- _What is required_: Please give the number of lines in the entries below that hold "fits", with no other words.

Dataset items:
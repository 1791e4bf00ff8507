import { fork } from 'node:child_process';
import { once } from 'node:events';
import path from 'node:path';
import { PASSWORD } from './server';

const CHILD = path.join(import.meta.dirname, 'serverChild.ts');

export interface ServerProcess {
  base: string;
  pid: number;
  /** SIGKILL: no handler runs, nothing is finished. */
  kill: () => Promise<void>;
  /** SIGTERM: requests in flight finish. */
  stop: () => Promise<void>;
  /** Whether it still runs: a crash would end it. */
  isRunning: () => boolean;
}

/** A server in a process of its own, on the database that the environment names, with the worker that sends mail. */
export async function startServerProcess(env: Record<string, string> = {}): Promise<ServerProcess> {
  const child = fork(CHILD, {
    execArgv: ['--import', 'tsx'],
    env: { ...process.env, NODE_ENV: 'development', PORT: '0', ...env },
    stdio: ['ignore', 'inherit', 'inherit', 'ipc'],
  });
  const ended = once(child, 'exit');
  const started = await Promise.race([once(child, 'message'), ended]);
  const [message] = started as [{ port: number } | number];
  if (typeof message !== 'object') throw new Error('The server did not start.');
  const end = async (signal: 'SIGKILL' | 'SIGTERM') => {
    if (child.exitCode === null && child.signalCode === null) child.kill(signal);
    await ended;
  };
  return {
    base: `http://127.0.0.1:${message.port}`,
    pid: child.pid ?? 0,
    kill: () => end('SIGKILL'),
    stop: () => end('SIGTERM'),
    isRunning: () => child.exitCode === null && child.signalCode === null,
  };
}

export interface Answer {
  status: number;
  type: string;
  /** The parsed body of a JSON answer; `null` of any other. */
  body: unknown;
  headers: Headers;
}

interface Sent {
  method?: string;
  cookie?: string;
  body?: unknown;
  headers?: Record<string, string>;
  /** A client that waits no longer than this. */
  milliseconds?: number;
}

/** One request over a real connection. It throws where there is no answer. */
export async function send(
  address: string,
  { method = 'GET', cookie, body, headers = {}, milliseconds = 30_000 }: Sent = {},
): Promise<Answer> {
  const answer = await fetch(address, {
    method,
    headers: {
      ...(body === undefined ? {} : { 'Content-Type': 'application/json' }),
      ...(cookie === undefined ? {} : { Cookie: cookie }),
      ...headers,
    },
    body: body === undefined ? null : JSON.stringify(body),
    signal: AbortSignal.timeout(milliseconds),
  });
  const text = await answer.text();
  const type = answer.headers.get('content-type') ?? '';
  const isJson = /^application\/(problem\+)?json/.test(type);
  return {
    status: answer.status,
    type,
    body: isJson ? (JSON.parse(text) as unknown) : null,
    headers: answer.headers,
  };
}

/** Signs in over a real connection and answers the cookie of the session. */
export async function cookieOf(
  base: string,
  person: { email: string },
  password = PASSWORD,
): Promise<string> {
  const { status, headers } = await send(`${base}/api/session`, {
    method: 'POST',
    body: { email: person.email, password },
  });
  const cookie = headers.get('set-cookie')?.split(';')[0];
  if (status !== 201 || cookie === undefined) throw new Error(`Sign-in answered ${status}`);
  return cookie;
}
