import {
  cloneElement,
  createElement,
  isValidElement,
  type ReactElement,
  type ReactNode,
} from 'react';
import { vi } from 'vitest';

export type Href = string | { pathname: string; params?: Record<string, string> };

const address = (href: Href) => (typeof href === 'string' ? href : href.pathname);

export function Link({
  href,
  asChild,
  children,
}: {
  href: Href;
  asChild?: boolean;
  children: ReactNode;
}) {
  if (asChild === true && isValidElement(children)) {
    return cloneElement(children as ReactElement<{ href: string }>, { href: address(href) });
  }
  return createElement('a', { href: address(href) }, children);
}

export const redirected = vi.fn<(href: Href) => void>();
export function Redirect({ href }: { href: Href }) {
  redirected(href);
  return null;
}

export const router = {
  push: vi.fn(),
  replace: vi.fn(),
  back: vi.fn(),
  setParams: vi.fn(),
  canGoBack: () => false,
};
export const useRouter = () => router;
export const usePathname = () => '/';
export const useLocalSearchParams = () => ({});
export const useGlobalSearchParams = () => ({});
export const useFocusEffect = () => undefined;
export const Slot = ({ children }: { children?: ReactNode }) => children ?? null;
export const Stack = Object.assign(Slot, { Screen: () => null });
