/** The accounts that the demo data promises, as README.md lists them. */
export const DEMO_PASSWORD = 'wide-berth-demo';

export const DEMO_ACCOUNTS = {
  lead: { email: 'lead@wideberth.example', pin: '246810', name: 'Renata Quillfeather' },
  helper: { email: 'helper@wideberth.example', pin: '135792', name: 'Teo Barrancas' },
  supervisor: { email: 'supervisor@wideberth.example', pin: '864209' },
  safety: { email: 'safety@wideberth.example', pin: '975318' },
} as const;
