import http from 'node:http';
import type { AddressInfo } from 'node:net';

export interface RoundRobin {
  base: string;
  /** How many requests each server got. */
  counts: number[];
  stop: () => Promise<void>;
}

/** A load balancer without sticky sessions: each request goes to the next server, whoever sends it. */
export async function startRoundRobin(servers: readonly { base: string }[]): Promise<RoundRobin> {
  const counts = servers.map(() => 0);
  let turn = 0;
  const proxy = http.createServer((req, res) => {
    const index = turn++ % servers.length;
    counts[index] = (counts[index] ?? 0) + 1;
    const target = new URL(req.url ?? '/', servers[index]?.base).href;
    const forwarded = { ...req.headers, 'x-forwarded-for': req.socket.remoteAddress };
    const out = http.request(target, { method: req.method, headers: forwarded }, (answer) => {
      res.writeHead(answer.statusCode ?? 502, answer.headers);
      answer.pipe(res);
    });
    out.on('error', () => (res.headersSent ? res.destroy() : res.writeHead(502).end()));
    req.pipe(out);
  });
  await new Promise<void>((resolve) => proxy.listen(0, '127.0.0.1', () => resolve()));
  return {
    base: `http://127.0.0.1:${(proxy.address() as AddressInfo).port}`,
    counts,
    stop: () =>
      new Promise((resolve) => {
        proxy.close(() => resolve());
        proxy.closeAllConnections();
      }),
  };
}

...

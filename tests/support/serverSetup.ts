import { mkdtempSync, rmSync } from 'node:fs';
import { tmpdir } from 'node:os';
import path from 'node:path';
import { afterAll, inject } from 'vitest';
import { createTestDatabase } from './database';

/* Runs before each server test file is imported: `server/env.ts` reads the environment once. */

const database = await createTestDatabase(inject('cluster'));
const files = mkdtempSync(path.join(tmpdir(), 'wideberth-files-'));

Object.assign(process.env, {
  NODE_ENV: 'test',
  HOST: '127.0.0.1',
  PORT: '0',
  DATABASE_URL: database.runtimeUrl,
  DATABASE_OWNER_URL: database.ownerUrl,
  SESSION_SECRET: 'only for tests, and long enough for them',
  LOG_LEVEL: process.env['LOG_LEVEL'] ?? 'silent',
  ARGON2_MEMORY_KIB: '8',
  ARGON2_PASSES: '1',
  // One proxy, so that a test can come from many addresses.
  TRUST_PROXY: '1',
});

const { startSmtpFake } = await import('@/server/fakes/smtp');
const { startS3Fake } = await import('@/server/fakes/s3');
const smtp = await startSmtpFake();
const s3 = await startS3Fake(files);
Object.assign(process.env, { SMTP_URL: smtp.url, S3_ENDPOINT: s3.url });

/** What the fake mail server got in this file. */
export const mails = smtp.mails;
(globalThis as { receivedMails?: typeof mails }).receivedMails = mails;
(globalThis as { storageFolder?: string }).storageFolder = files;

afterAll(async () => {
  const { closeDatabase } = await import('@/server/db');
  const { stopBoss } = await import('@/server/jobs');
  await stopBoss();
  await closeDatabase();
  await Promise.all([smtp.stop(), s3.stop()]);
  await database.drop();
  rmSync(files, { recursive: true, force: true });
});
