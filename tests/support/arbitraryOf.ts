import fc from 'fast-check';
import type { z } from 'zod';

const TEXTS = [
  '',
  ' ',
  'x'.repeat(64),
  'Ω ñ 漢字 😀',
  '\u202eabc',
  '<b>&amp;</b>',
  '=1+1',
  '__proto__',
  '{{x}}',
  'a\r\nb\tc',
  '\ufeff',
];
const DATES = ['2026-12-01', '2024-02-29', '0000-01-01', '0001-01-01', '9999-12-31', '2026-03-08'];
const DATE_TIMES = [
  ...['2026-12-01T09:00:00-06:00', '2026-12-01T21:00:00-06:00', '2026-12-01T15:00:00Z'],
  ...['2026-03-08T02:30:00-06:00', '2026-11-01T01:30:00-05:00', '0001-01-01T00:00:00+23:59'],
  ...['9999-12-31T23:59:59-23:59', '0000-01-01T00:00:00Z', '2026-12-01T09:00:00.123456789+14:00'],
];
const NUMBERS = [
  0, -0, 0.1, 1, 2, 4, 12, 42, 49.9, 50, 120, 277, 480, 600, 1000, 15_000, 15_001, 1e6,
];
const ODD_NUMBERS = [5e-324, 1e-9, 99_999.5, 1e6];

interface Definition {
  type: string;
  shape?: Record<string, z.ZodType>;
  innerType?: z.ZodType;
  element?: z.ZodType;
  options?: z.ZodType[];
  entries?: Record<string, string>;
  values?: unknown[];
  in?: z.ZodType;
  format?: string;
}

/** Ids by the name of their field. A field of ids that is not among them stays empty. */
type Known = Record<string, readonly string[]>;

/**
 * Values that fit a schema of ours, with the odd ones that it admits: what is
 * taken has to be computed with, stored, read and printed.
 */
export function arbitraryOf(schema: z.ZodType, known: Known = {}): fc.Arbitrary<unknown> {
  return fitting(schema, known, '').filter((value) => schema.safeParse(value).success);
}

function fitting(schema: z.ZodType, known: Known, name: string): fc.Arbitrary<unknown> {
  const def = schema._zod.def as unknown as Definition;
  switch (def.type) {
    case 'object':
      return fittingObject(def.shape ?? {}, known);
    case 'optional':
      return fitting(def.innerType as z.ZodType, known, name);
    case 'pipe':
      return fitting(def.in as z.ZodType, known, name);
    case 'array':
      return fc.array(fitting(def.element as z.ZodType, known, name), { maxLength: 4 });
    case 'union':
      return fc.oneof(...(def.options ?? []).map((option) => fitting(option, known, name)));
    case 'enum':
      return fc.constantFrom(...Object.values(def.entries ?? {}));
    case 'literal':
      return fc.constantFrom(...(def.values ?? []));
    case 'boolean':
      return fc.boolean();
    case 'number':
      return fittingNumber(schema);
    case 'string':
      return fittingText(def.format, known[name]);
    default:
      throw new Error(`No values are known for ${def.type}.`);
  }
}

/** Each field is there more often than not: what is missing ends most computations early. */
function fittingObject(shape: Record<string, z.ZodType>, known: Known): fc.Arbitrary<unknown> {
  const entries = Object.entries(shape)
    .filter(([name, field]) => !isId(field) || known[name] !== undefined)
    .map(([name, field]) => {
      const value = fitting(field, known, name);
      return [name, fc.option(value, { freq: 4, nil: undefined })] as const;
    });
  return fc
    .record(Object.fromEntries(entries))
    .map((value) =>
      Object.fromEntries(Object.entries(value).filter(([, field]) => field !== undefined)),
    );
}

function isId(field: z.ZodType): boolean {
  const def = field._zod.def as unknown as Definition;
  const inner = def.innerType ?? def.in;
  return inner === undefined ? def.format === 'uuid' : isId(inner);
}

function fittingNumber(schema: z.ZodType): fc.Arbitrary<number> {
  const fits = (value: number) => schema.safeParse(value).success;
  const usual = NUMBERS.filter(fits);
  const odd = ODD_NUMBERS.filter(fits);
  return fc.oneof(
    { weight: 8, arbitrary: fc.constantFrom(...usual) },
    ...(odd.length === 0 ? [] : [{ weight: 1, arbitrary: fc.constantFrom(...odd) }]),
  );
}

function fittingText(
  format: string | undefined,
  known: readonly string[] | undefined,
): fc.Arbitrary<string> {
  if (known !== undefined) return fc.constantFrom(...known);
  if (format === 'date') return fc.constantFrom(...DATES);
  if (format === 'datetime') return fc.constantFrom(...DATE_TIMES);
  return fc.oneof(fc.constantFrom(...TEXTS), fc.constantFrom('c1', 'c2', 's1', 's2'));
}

---

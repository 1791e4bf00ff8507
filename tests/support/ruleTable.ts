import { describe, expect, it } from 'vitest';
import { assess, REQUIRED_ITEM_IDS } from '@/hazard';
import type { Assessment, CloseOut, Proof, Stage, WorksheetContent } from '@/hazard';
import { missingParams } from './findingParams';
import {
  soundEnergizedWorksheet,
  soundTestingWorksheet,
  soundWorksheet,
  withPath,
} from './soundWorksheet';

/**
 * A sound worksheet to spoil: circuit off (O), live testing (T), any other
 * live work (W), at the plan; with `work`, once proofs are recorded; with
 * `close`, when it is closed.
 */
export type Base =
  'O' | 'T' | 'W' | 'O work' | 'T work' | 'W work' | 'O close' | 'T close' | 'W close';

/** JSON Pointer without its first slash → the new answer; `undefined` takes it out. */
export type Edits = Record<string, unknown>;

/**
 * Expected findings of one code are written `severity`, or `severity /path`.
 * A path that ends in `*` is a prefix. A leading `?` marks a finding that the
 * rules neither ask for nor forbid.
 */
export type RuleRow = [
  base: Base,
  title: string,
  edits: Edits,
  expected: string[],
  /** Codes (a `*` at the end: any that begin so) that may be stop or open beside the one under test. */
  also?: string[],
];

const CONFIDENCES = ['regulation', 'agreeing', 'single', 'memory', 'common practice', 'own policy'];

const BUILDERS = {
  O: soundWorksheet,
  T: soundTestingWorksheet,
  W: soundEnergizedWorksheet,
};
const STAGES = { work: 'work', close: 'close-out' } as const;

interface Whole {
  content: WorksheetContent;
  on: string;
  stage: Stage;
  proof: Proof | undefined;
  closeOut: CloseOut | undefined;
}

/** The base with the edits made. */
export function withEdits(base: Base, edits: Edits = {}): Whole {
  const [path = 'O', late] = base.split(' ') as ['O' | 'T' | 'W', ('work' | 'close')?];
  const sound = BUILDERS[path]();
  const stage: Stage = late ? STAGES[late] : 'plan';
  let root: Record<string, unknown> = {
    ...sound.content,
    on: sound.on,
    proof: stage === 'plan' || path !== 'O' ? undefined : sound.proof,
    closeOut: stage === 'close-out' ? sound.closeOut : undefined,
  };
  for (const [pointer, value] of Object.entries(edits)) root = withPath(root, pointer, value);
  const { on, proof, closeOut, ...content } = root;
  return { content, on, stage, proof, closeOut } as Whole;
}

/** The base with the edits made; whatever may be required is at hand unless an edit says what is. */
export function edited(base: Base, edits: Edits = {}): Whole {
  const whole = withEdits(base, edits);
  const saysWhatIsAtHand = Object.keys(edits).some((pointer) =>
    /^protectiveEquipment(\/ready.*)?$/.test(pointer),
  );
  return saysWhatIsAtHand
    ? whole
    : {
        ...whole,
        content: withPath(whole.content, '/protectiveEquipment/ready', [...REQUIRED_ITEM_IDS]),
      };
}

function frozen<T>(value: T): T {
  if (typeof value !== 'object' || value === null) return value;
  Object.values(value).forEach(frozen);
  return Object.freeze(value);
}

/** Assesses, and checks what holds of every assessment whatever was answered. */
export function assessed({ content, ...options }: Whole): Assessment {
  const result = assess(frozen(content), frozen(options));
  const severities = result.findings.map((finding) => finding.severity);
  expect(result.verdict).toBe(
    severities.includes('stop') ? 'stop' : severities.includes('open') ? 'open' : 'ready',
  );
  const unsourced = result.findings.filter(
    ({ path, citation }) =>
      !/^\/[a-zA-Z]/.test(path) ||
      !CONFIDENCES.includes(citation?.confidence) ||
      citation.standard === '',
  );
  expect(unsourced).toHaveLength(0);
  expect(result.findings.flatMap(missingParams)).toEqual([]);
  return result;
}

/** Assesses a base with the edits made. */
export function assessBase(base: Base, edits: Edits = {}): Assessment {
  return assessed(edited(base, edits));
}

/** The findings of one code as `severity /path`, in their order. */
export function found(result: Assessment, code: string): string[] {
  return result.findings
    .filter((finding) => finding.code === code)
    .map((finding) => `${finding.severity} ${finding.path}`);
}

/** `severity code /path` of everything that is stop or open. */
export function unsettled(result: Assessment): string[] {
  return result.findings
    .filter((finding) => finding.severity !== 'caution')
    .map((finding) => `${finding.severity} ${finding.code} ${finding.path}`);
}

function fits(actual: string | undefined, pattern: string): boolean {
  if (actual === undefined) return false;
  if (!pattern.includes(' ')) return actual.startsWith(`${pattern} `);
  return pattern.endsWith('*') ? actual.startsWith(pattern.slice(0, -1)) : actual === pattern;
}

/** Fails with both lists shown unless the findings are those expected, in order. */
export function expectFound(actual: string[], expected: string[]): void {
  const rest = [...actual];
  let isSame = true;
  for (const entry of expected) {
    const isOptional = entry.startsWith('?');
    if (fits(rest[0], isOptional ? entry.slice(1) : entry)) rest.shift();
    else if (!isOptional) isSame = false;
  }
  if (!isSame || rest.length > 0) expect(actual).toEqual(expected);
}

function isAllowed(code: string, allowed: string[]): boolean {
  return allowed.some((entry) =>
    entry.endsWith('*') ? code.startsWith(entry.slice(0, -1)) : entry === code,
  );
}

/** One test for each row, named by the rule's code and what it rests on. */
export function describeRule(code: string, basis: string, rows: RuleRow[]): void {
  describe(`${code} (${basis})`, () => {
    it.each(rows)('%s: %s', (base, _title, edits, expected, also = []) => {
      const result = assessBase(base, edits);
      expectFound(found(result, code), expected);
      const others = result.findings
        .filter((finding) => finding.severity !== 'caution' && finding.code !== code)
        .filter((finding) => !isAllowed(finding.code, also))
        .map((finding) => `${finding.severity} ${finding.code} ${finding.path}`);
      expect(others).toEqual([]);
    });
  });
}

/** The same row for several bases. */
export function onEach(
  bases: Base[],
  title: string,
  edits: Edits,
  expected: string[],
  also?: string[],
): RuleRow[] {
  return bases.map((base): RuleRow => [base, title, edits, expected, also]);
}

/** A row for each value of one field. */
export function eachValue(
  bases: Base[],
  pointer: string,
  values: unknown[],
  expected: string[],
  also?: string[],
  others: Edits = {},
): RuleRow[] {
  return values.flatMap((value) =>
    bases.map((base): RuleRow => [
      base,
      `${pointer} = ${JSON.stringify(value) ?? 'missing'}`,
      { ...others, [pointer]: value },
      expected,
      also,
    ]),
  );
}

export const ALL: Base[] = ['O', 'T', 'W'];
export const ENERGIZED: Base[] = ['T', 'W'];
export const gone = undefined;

- _Exercise answer_: 5